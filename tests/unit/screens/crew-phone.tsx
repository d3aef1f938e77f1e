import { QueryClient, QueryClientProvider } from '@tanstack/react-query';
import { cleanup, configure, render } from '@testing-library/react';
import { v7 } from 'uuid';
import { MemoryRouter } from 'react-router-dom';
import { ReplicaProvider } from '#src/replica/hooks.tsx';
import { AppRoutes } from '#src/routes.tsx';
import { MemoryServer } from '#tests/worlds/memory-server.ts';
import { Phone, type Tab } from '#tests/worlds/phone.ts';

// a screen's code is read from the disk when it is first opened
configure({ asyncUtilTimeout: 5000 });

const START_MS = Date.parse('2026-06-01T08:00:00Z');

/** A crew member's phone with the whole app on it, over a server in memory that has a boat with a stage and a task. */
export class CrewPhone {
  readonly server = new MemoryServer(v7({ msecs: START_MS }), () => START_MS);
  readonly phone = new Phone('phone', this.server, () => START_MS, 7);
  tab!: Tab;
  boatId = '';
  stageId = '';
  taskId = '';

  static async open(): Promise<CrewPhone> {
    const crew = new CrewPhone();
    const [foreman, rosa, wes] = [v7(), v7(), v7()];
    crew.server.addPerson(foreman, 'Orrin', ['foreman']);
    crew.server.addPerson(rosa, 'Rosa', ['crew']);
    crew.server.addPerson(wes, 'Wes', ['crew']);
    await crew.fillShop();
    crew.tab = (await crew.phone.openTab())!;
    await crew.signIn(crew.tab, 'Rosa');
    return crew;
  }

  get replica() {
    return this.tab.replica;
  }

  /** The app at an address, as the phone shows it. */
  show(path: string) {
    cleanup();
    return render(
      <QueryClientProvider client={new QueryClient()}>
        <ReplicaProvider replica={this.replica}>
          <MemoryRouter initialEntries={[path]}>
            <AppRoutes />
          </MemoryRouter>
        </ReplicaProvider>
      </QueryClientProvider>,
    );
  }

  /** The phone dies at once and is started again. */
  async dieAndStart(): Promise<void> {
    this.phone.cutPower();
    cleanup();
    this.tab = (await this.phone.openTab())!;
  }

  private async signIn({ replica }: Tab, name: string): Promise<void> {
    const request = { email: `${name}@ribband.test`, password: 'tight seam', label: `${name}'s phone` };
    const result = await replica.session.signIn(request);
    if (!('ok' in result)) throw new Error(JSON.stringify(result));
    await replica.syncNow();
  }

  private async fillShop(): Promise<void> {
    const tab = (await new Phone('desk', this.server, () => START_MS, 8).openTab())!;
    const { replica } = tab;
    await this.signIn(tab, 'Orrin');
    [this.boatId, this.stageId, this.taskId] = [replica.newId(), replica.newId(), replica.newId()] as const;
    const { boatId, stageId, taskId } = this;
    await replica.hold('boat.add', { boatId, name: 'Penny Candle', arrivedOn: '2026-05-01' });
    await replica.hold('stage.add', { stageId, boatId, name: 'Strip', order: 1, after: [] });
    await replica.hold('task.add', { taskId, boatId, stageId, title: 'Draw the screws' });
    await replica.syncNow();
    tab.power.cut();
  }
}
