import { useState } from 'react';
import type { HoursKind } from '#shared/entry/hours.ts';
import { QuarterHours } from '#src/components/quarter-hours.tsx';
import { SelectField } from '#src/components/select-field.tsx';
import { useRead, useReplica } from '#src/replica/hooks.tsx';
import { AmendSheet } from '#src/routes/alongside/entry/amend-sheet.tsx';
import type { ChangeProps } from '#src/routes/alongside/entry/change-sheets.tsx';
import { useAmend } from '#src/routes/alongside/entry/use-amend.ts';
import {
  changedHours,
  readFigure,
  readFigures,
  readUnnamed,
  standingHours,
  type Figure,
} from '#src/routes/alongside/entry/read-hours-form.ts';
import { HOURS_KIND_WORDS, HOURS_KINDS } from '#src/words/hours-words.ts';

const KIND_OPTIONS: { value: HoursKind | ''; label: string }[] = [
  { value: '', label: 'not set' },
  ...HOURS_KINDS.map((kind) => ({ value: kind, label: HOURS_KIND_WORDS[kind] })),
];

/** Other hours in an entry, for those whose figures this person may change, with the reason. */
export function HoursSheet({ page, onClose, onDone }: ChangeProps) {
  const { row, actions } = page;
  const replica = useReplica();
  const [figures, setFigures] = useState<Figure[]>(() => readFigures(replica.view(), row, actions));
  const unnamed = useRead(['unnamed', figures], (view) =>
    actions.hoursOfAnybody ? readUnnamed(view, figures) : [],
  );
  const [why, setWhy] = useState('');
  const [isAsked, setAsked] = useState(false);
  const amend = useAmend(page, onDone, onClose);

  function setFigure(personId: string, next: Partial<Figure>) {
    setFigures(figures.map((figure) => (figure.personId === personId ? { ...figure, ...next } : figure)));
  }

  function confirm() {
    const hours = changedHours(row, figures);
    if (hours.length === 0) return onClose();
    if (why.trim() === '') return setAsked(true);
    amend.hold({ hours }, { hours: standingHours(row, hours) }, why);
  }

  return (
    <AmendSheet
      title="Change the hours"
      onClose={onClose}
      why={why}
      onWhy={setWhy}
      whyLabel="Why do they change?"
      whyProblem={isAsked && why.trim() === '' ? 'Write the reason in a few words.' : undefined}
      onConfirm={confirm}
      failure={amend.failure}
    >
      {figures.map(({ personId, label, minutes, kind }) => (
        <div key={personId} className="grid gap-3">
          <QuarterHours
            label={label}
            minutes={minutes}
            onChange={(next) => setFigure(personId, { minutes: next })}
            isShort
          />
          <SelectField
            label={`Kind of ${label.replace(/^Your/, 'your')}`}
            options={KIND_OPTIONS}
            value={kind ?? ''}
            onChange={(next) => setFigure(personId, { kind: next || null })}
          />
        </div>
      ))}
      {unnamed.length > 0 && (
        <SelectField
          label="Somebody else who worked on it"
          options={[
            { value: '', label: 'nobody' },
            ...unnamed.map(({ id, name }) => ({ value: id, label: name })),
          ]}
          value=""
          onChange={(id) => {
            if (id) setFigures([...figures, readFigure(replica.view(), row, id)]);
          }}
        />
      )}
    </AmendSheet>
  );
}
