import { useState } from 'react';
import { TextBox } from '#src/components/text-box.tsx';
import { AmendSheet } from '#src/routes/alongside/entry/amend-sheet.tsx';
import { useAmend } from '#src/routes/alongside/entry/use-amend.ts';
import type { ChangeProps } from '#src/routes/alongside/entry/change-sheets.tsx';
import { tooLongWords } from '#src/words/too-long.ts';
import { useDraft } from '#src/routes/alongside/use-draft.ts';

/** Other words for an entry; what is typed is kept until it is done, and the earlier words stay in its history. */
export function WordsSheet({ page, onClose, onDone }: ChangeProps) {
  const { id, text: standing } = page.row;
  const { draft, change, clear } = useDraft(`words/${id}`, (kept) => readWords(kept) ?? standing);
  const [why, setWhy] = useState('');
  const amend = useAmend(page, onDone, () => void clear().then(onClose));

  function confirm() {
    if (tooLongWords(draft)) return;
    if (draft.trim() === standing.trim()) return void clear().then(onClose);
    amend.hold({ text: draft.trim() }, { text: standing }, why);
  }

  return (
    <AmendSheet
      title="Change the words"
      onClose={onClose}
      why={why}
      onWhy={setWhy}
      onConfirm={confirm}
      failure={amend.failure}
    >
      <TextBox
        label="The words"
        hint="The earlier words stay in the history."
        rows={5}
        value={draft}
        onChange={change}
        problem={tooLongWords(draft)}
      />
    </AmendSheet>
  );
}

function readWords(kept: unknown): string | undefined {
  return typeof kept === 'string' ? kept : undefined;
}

Problem details:
Within the listing above, filter for lines holding the string "history" and copy each one.

Exercise output:
/** Other words for an entry; what is typed is kept until it is done, and the earlier words stay in its history. */
        hint="The earlier words stay in the history."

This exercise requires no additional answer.